==== THE INPUT
import type { BlockAnswer, FacilityAnswer, FeatureAnswer, SystemAnswer, UnitAnswer, UnitStage } from "#shared/schemas/facility.ts";
import type { Project } from "#shared/schemas/projects.ts";
import { audiencesFor, type Viewer } from "#shared/domain/audience.ts";
import { INDICATIVE_CAUTION } from "#shared/domain/facility.ts";
import { computeFacility, missingWords, type FacilityFigures, type FacilityOptions, type FacilityRecordInput } from "#shared/domain/facility-record.ts";
import { forbidden } from "../core/app-error.ts";
import type { MilestoneDatesAt } from "../programme/programme.service.ts";
import { viewerOf, type FacilityContext, type Reader } from "./facility.context.ts";
import { listUnitStageEvents, type UnitStageEvent } from "./facility.events.repository.ts";
import { blockFieldsOf, listBlocks, listFeatures, listSystems, listUnits, type BlockRecord, type FeatureRecord, type SystemRecord, type UnitRecord } from "./facility.repository.ts";

/** The facility's stored record with the milestones' dates, as it stood on a day. */
interface RecordAt {
  at: string;
  blocks: BlockRecord[];
  systems: SystemRecord[];
  /** Units with their stage on that day. */
  units: UnitRecord[];
  features: FeatureRecord[];
  milestones: MilestoneDatesAt[];
}

/**
 * A unit's stage on a day on site, from its history: the stage of its latest event on or
 * before the day; before its first event, the stage that event moved it from (a unit entered
 * that day was not yet ordered on the record: "ordered", so the plant keeps its design label);
 * a unit with no history at all stands at its stored stage from its stored day.
 */
export function stageOn(unit: UnitRecord, events: readonly UnitStageEvent[], day: string): UnitStage {
  let last: UnitStageEvent | undefined;
  for (const e of events) if (e.on <= day) last = e;
  if (last?.to) return last.to as UnitStage;
  const first = events.find((e) => e.on > day);
  if (first) return first.field === "stage" && first.from ? (first.from as UnitStage) : "ordered";
  return unit.stageOn <= day ? unit.stage : "ordered";
}

export const optionsOf = (project: Project): FacilityOptions => ({
  availableFromLevel: project.settings.availableFromLevel,
  calendar: { weekendDays: project.settings.weekendDays, holidays: project.settings.holidays },
});

export const inputOf = (r: Omit<RecordAt, "at" | "features">): FacilityRecordInput => ({
  blocks: r.blocks.map((b) => ({ id: b.id, name: b.name, racks: b.racks, itKw: b.itKw, dependsOn: b.dependsOn })),
  systems: r.systems.map((s) => ({
    id: s.id,
    name: s.name,
    kind: s.kind,
    serves: s.serves,
    neededPerSystem: s.neededPerSystem,
    independentSystems: s.independentSystems,
    ratingPerUnit: s.ratingPerUnit,
    ratingUnit: s.ratingUnit,
    design: s.design,
    units: r.units.filter((u) => u.systemId === s.id).map((u) => ({ id: u.id, label: u.label, train: u.train, stage: u.stage })),
  })),
  milestones: r.milestones.map((m) => ({ id: m.id, name: m.name, baselineFinish: m.baselineFinish, forecastFinish: m.forecastFinish, actualFinish: m.actualFinish })),
});

/**
 * The facility's figures — readiness, redundancy, heat, fuel, the capacity ramp — as each
 * viewer may see them, today or as the record stood on a day (staff; digests compare two days).
 */
export function createFigureUseCases(ctx: FacilityContext) {
  const { db, projects, programme } = ctx;

  /**
   * The record on a day: blocks, systems and features as they are now (their configuration),
   * units at the stage their history gives for that day, milestones' dates as they stood then.
   * Without a day: today, from the stored stages.
   */
  async function recordAt(project: Project, day?: string): Promise<RecordAt> {
    const at = day ?? projects.today(project);
    const blocks = await listBlocks(db, project.id);
    const systems = await listSystems(db, project.id);
    const stored = await listUnits(db, systems.map((s) => s.id));
    let units = stored;
    if (day !== undefined) {
      const history = await listUnitStageEvents(db, project.id);
      const byUnit = new Map<number, UnitStageEvent[]>();
      for (const e of history) byUnit.set(e.unitId, [...(byUnit.get(e.unitId) ?? []), e]);
      units = stored.map((u) => ({ ...u, stage: stageOn(u, byUnit.get(u.id) ?? [], day) }));
    }
    return { at, blocks, systems, units, features: await listFeatures(db, project.id), milestones: await programme.milestoneDatesAt(project.id, at) };
  }

  /**
   * The one place the audience rule meets the facility: readiness and labels are computed over
   * the whole record (a hidden system still holds a block back; a visible system's labels count
   * all its units), then only what the viewer may see is shown — hidden blocks, systems,
   * features and milestones are absent, and `missing` words the hidden ones without their names.
   */
  function forViewer(project: Project, record: RecordAt, viewer: Viewer): FacilityAnswer {
    const options = optionsOf(project);
    const figures = computeFacility(inputOf(record), options);
    const audiences = audiencesFor(viewer);
    const sees = (x: { audience: (typeof audiences)[number] }) => audiences.includes(x.audience);
    const blocks = record.blocks.filter(sees);
    const systems = record.systems.filter(sees);
    const milestoneIds = new Set(record.milestones.filter(sees).map((m) => m.id));
    const blockIds = new Set(blocks.map((b) => b.id));
    const systemIds = new Set(systems.map((s) => s.id));
    // The ramp of what the viewer may see: a hidden block's racks are not theirs to count.
    const ramp = computeFacility(inputOf({ ...record, blocks, systems: [] }), options).ramp;
    return {
      at: record.at,
      availableFromLevel: options.availableFromLevel,
      blocks: blocks.map((b) => blockAnswer(b, figures, { milestoneIds, systemIds, systems })),
      systems: systems.map((s) => systemAnswer(s, record.units, figures, { milestoneIds, blockIds })),
      ramp,
      features: record.features.filter(sees).map(featureAnswer),
      caution: INDICATIVE_CAUTION,
    };
  }

  return {
    /** GET /api/projects/:slug/facility: today, or (staff only) as the record stood on `at`. */
    async facility(slug: string, query: { at?: string }, reader: Reader): Promise<FacilityAnswer> {
      const viewer = viewerOf(reader);
      if (query.at !== undefined && viewer !== "staff") throw forbidden("Only staff may see the facility as it stood on another day.");
      const project = await projects.get(slug);
      return forViewer(project, await recordAt(project, query.at), viewer);
    },

    /** The facility as it stood on a day, for a viewer: digests compare a window's start and end. */
    async figuresAt(projectId: number, date: string, viewer: Viewer): Promise<FacilityAnswer> {
      const project = await projects.getById(projectId);
      return forViewer(project, await recordAt(project, date), viewer);
    },

    /** Today's facility as staff see it: what a write answers with (the written subject, with its figures). */
    async staffFacility(project: Project): Promise<FacilityAnswer> {
      return forViewer(project, await recordAt(project), "staff");
    },
  };
}

type Visible = { milestoneIds: ReadonlySet<number>; systemIds: ReadonlySet<number>; systems: readonly SystemRecord[] };

function blockAnswer(b: BlockRecord, figures: FacilityFigures, visible: Visible): BlockAnswer {
  const f = figures.blocks.find((x) => x.blockId === b.id)!;
  return {
    id: b.id,
    ...blockFieldsOf(b),
    dependsOn: b.dependsOn.filter((id) => visible.milestoneIds.has(id)),
    baselineReadyDate: f.baselineReadyDate,
    forecastReadyDate: f.forecastReadyDate,
    readyForService: f.readyForService,
    slipWorkingDays: f.slipWorkingDays,
    missing: missingWords(f.missing, visible),
    systemIds: visible.systems.filter((s) => s.serves.includes(b.id)).map((s) => s.id),
    version: b.version,
  };
}

function systemAnswer(s: SystemRecord, units: readonly UnitRecord[], figures: FacilityFigures, visible: { milestoneIds: ReadonlySet<number>; blockIds: ReadonlySet<number> }): SystemAnswer {
  const f = figures.systems.find((x) => x.systemId === s.id)!;
  const unitFigures = new Map(f.units.map((u) => [u.id, u]));
  return {
    id: s.id,
    name: s.name,
    kind: s.kind,
    audience: s.audience,
    serves: s.serves.filter((id) => visible.blockIds.has(id)),
    neededPerSystem: s.neededPerSystem,
    independentSystems: s.independentSystems,
    ratingPerUnit: s.ratingPerUnit,
    ratingUnit: s.ratingUnit,
    design: s.design,
    linkedMilestones: s.linkedMilestones.filter((id) => visible.milestoneIds.has(id)),
    notes: s.notes,
    units: units.filter((u) => u.systemId === s.id).map((u) => unitAnswer(u, unitFigures.get(u.id)!)),
    redundancy: f.redundancy,
    ...(f.heat ? { heat: f.heat } : {}),
    ...(f.fuel ? { fuel: f.fuel } : {}),
    version: s.version,
  };
}

function unitAnswer(u: UnitRecord, f: FacilityFigures["systems"][number]["units"][number]): UnitAnswer {
  return { id: u.id, label: u.label, tag: u.tag, train: u.train, status: f.status, commissioningLevel: f.commissioningLevel, stage: u.stage, available: f.available, version: u.version };
}

function featureAnswer(x: FeatureRecord): FeatureAnswer {
  return { id: x.id, kind: x.kind, name: x.name, detail: x.detail, layer: x.layer, status: x.status, statusDate: x.statusDate, audience: x.audience, version: x.version };
}

export type FigureUseCases = ReturnType<typeof createFigureUseCases>;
========
→ WORK REQUIRED
Your task for the entries above: copy exactly the span starting with the line with "export function createFigureUseCases(ctx: FacilityContext)" and going on through the line with "The record on", both lines included, and nothing else.

→ TASK ANSWER
export function createFigureUseCases(ctx: FacilityContext) {
  const { db, projects, programme } = ctx;

  /**
   * The record on a day: blocks, systems and features as they are now (their configuration),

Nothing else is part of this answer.